Work to be completed
The result should be a verbatim copy of the whole listing.

BEGIN Entries supplied

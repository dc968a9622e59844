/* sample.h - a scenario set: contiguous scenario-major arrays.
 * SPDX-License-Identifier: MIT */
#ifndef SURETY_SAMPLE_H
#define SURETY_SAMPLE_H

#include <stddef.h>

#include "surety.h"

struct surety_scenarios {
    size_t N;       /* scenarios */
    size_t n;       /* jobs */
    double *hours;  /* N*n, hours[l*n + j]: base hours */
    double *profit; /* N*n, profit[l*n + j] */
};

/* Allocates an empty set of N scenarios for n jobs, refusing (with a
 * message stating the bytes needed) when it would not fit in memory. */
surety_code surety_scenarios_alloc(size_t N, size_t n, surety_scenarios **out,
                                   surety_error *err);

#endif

END Entries supplied

Answer section
repository dc968a9622e59844
/* sample.h - a scenario set: contiguous scenario-major arrays.
 * SPDX-License-Identifier: MIT */
#ifndef SURETY_SAMPLE_H
#define SURETY_SAMPLE_H

#include <stddef.h>

#include "surety.h"

struct surety_scenarios {
    size_t N;       /* scenarios */
    size_t n;       /* jobs */
    double *hours;  /* N*n, hours[l*n + j]: base hours */
    double *profit; /* N*n, profit[l*n + j] */
};

/* Allocates an empty set of N scenarios for n jobs, refusing (with a
 * message stating the bytes needed) when it would not fit in memory. */
surety_code surety_scenarios_alloc(size_t N, size_t n, surety_scenarios **out,
                                   surety_error *err);

#endif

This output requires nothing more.